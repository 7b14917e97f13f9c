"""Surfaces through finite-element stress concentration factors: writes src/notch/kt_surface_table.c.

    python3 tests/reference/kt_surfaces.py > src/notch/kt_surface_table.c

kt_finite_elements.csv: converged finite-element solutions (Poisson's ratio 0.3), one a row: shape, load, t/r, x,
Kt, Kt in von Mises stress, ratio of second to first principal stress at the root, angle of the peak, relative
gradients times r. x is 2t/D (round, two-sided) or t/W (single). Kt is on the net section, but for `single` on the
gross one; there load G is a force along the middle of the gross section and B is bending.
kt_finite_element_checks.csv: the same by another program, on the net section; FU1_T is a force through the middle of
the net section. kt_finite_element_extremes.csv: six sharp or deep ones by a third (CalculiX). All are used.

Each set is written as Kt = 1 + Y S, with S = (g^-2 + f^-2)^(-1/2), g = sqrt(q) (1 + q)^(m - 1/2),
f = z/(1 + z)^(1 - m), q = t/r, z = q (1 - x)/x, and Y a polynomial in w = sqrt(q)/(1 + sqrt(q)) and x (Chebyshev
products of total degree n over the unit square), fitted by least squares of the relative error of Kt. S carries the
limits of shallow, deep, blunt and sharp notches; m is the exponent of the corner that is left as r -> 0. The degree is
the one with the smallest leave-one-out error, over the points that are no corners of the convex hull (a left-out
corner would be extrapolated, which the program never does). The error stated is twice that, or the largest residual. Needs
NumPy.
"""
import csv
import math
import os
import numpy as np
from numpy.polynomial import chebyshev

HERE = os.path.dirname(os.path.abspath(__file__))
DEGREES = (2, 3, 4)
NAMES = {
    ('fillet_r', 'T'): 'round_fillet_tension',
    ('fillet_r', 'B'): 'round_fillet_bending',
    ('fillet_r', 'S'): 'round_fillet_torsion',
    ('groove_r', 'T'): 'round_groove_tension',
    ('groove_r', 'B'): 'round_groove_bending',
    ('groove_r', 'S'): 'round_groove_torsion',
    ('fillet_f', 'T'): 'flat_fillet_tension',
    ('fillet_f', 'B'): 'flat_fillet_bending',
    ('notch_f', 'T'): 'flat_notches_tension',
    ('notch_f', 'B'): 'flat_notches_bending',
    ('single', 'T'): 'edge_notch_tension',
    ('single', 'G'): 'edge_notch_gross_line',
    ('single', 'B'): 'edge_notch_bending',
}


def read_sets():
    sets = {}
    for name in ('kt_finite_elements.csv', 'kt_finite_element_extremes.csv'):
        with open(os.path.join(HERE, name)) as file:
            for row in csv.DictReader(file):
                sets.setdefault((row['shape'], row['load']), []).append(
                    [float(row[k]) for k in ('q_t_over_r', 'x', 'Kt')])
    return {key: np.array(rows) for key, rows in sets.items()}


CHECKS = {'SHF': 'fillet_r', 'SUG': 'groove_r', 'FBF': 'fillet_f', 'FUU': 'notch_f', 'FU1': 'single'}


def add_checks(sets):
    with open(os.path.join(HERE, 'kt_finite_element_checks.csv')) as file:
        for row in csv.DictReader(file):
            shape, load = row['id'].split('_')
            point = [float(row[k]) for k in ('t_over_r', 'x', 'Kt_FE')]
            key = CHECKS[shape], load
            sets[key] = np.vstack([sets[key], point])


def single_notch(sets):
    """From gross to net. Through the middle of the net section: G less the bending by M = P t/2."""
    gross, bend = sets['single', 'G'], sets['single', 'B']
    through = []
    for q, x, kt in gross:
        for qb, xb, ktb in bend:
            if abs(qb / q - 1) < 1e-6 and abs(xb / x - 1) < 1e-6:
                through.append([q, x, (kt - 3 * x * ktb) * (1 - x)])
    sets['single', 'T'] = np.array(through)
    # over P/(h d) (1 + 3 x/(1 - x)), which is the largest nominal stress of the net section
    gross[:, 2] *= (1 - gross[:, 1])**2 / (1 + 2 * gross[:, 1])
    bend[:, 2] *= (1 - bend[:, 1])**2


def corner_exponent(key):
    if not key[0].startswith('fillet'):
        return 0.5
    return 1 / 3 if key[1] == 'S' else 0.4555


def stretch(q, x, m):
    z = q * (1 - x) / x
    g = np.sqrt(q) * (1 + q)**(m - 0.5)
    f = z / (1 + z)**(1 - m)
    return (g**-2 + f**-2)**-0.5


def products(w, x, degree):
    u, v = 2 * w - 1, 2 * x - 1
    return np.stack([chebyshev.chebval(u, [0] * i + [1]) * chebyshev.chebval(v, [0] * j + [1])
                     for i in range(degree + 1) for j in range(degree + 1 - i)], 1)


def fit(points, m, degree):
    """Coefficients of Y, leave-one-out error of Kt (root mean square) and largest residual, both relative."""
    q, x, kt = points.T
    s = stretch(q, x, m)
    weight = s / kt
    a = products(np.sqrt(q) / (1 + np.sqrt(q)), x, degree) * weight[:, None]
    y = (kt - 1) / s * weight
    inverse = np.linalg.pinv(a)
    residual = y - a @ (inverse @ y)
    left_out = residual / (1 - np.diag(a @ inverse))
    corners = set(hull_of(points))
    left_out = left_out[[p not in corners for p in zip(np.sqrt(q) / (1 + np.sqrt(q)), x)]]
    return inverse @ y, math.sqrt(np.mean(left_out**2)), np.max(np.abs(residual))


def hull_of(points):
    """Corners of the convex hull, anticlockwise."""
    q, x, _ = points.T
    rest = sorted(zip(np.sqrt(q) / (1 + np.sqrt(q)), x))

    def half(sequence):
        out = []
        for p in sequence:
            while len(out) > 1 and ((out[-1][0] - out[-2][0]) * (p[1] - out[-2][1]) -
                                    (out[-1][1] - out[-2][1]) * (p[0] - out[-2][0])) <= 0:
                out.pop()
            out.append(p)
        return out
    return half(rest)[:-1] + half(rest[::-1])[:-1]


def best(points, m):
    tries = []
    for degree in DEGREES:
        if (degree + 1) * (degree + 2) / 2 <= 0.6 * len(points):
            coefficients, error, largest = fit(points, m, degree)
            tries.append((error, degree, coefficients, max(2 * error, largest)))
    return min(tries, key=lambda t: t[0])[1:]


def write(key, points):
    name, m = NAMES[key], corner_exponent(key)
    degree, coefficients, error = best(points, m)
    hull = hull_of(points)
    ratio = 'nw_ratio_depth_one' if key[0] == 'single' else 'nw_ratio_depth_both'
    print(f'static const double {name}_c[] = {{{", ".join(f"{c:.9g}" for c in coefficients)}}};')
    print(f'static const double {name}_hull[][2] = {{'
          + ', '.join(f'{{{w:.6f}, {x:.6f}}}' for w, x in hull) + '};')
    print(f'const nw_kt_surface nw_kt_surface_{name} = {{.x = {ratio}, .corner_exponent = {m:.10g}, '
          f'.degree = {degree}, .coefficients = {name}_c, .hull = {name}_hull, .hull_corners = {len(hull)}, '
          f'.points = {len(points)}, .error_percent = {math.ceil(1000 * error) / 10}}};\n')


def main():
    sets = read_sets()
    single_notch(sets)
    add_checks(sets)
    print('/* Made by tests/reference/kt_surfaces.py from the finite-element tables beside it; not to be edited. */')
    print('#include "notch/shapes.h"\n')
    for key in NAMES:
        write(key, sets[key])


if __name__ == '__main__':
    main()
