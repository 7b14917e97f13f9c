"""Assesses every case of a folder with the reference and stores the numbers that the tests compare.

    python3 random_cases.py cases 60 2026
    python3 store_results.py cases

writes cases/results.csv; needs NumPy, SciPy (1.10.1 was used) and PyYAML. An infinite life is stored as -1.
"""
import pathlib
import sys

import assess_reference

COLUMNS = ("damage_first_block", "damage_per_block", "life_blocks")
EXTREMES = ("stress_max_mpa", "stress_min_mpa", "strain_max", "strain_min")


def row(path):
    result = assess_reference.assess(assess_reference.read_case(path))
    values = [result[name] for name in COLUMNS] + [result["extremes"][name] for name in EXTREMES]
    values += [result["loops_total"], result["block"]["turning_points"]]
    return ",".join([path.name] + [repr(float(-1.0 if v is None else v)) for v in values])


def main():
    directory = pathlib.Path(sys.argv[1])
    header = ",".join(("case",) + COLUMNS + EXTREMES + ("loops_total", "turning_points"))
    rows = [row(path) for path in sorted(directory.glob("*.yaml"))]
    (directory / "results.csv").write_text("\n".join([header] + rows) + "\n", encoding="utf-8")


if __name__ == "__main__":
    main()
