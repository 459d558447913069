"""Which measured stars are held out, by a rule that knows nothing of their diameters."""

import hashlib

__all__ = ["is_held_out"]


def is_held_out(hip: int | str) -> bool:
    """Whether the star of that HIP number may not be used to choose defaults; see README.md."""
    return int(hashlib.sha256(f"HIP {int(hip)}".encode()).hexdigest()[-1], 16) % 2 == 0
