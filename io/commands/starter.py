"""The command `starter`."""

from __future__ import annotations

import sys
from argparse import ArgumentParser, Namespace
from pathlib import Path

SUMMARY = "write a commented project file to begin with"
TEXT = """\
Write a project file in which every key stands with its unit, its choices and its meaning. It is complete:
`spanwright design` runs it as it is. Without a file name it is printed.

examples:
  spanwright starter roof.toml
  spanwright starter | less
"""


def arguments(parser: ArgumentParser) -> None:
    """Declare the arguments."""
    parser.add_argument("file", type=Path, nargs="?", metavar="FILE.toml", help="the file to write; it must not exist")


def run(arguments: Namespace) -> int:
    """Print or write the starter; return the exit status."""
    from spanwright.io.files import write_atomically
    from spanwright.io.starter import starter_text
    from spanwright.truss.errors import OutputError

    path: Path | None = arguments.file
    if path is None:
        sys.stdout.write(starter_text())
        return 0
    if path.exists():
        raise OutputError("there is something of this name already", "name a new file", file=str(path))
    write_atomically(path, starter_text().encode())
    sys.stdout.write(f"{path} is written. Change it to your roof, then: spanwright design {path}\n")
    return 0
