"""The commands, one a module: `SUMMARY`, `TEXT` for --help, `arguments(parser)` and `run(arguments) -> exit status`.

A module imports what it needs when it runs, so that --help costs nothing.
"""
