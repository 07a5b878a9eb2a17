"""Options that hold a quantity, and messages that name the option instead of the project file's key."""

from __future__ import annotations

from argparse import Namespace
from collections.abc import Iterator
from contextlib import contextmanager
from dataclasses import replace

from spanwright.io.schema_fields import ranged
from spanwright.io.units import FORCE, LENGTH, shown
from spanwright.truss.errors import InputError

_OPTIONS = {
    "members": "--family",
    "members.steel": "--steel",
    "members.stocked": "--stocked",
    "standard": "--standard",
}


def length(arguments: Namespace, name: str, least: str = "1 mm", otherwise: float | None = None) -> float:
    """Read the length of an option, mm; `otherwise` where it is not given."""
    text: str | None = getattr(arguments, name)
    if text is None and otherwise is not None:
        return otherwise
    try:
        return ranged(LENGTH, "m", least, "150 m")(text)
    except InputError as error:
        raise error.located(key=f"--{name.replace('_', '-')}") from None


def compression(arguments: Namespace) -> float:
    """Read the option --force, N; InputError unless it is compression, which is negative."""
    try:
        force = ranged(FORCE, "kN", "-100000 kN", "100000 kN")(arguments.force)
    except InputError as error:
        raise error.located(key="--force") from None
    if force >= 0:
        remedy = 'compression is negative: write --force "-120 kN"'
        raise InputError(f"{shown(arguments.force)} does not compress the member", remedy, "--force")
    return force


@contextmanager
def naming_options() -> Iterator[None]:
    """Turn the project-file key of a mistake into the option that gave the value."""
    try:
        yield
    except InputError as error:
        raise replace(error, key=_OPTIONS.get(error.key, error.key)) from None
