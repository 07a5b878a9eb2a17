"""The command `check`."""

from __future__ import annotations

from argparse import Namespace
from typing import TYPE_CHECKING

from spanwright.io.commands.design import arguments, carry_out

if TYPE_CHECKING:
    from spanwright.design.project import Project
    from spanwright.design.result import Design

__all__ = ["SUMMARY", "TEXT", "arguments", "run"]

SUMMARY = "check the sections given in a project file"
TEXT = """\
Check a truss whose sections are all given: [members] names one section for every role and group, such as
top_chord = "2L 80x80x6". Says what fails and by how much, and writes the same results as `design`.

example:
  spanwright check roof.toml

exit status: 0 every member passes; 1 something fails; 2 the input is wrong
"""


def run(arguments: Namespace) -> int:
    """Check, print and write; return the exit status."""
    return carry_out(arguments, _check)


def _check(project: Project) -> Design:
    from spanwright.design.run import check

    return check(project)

......

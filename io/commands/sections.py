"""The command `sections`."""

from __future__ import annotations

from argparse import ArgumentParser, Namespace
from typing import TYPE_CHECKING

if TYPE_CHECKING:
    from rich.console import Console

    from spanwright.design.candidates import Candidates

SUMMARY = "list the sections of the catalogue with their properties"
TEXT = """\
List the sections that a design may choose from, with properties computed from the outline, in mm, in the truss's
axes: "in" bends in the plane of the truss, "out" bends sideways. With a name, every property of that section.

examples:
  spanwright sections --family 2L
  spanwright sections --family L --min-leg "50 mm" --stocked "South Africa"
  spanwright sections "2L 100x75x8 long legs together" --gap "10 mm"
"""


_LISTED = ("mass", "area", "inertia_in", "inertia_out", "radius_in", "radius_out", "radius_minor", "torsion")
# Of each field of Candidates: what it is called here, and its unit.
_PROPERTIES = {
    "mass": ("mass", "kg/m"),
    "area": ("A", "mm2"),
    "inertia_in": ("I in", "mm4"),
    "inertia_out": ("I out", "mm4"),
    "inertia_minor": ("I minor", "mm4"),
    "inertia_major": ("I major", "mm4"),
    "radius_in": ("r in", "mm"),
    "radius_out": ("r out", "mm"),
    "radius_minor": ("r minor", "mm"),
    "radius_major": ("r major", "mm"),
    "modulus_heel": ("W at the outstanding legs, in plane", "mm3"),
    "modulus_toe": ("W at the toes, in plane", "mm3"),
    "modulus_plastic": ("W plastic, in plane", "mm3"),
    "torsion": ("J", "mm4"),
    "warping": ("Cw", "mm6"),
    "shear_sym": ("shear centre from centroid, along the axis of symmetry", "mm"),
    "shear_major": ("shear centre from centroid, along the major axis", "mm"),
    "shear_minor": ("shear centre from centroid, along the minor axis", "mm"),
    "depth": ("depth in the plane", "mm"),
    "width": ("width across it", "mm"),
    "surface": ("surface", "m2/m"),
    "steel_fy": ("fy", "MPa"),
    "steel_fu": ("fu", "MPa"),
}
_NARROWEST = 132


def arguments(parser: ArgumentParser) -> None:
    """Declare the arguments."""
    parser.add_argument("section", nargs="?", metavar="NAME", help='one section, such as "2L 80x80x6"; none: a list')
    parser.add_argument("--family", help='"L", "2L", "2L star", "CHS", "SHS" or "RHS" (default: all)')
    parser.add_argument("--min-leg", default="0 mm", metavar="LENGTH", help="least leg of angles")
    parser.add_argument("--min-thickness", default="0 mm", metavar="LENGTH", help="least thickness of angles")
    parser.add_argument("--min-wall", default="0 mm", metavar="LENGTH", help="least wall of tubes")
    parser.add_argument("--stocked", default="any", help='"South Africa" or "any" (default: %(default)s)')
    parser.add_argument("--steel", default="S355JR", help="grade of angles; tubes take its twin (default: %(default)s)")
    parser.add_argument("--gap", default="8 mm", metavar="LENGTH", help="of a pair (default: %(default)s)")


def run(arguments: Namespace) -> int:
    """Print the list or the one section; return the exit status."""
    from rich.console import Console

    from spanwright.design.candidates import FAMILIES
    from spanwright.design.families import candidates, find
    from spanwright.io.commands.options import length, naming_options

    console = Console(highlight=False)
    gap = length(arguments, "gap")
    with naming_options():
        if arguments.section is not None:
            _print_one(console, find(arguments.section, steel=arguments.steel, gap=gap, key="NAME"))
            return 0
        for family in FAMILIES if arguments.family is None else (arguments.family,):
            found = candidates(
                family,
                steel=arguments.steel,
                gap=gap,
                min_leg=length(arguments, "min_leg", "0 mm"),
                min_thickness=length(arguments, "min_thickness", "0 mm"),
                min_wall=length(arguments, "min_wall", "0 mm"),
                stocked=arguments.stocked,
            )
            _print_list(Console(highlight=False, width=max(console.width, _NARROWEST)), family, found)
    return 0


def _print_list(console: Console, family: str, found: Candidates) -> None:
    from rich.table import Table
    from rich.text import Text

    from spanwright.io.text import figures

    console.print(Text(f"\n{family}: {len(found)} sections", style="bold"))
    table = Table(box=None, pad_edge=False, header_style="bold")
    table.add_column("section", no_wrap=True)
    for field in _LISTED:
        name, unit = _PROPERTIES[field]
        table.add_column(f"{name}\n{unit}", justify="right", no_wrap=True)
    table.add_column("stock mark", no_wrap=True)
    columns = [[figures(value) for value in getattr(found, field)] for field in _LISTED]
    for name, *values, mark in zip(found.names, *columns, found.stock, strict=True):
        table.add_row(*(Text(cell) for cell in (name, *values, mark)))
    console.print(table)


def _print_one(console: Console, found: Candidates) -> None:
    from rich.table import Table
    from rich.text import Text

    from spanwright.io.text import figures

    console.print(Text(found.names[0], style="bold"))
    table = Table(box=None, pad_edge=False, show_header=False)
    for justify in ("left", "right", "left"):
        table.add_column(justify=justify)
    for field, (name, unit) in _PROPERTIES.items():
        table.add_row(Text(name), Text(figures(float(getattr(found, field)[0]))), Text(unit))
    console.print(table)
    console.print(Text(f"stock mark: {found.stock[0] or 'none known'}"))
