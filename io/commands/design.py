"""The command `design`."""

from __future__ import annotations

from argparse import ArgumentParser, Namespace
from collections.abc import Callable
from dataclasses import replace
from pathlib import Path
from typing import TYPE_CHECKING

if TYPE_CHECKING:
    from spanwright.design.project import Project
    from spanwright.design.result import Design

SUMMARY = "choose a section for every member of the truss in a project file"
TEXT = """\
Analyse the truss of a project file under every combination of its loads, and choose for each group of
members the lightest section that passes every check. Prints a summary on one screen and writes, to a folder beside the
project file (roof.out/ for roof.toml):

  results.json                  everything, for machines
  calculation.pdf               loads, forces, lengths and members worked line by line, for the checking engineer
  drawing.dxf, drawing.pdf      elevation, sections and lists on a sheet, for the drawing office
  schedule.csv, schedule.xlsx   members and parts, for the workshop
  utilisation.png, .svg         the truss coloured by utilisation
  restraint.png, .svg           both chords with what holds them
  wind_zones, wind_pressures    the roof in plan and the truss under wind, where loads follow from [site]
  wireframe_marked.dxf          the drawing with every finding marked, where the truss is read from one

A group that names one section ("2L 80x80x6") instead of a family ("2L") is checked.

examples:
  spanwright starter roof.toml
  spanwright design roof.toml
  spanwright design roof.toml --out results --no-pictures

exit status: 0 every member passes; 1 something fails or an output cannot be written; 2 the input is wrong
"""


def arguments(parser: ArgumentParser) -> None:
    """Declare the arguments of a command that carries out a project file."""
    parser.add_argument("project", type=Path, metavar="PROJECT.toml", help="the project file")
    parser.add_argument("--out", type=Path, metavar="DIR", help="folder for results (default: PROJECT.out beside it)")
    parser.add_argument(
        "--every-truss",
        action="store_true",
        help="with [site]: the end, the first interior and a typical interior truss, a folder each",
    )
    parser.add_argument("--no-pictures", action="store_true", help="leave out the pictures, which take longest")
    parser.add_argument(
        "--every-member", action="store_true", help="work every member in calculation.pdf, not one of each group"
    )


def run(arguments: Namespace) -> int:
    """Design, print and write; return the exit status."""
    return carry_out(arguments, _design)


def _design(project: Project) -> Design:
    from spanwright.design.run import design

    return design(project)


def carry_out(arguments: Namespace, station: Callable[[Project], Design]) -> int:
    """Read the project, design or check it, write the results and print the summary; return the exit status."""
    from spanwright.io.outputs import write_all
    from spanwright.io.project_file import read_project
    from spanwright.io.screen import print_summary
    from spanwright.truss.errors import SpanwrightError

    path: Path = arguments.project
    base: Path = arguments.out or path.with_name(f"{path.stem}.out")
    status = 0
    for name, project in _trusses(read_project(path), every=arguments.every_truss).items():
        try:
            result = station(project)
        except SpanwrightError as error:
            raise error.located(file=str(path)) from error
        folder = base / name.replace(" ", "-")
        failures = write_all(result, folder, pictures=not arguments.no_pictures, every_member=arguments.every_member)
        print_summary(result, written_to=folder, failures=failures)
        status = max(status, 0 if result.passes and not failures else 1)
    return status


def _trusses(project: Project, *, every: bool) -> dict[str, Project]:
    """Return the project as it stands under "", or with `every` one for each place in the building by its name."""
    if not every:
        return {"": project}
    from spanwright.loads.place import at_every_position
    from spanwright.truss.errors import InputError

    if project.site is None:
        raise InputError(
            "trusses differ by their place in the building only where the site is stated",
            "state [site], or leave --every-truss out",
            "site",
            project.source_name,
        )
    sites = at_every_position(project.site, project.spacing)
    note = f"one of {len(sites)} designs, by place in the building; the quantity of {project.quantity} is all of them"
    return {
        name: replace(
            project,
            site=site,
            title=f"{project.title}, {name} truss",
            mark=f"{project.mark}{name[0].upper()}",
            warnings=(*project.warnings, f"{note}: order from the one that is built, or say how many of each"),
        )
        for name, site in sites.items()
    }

......

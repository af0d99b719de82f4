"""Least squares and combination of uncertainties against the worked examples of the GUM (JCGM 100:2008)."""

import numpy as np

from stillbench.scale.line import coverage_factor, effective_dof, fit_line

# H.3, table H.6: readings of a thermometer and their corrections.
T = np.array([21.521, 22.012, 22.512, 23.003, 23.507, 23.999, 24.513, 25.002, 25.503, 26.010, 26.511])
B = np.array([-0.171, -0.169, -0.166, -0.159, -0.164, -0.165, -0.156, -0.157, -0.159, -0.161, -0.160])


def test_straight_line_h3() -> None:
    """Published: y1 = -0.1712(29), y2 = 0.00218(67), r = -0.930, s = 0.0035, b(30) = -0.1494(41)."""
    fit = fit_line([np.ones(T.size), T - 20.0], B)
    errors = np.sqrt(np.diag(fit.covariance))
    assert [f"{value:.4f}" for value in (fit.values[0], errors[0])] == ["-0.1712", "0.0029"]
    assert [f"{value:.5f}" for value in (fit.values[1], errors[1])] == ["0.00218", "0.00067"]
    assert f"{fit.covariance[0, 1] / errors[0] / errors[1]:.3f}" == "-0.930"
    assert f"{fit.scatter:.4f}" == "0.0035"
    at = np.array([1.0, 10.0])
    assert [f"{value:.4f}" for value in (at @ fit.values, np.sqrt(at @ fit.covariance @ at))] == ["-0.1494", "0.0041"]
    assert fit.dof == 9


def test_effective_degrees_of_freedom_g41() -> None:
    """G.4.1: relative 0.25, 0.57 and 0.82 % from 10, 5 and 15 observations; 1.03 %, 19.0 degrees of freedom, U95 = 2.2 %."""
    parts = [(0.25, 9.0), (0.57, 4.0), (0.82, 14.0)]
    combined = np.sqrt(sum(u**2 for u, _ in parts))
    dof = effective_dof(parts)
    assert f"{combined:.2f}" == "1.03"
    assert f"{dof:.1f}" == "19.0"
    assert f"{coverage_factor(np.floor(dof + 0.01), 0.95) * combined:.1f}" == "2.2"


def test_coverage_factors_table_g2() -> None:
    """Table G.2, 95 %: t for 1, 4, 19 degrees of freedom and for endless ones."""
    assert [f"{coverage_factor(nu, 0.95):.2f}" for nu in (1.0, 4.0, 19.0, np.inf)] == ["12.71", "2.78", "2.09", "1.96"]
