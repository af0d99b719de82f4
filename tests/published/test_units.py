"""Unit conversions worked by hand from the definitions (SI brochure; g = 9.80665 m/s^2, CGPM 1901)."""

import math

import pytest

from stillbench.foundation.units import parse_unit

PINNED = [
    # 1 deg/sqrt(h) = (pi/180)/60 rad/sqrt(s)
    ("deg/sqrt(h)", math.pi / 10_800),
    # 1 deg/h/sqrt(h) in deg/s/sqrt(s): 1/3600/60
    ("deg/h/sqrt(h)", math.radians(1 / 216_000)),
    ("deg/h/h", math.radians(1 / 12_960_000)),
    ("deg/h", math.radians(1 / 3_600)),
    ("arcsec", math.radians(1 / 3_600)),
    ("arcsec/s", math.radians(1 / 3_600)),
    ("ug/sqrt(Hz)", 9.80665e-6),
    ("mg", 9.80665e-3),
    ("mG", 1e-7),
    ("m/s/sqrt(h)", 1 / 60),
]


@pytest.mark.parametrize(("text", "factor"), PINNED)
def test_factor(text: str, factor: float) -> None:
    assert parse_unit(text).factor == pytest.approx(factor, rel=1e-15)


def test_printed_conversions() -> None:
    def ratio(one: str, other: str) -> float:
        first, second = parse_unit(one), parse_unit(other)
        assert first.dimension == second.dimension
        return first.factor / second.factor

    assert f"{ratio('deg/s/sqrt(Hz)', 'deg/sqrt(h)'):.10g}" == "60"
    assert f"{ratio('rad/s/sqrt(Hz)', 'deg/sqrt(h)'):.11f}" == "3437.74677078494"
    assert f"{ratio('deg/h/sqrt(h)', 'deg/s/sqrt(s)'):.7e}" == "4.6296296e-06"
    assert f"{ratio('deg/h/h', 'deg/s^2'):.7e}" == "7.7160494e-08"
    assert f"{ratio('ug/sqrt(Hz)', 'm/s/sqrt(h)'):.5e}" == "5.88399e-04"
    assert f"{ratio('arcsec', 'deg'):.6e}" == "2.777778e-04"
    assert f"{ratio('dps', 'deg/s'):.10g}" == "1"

......

Your objective: Take the lines above from the one containing "write_atomically(path, starter_text().encode())" to the one containing "def length(arguments: Namespace, name: str, least: str" and retype them exactly, both ends included, with nothing added.

Task response:
    write_atomically(path, starter_text().encode())
    sys.stdout.write(f"{path} is written. Change it to your roof, then: spanwright design {path}\n")
    return 0
"""The commands, one a module: `SUMMARY`, `TEXT` for --help, `arguments(parser)` and `run(arguments) -> exit status`.

A module imports what it needs when it runs, so that --help costs nothing.
"""
repository 07a5b878a9eb2a17
"""Options that hold a quantity, and messages that name the option instead of the project file's key."""

from __future__ import annotations

from argparse import Namespace
from collections.abc import Iterator
from contextlib import contextmanager
from dataclasses import replace

from spanwright.io.schema_fields import ranged
from spanwright.io.units import FORCE, LENGTH, shown
from spanwright.truss.errors import InputError

_OPTIONS = {
    "members": "--family",
    "members.steel": "--steel",
    "members.stocked": "--stocked",
    "standard": "--standard",
}


def length(arguments: Namespace, name: str, least: str = "1 mm", otherwise: float | None = None) -> float:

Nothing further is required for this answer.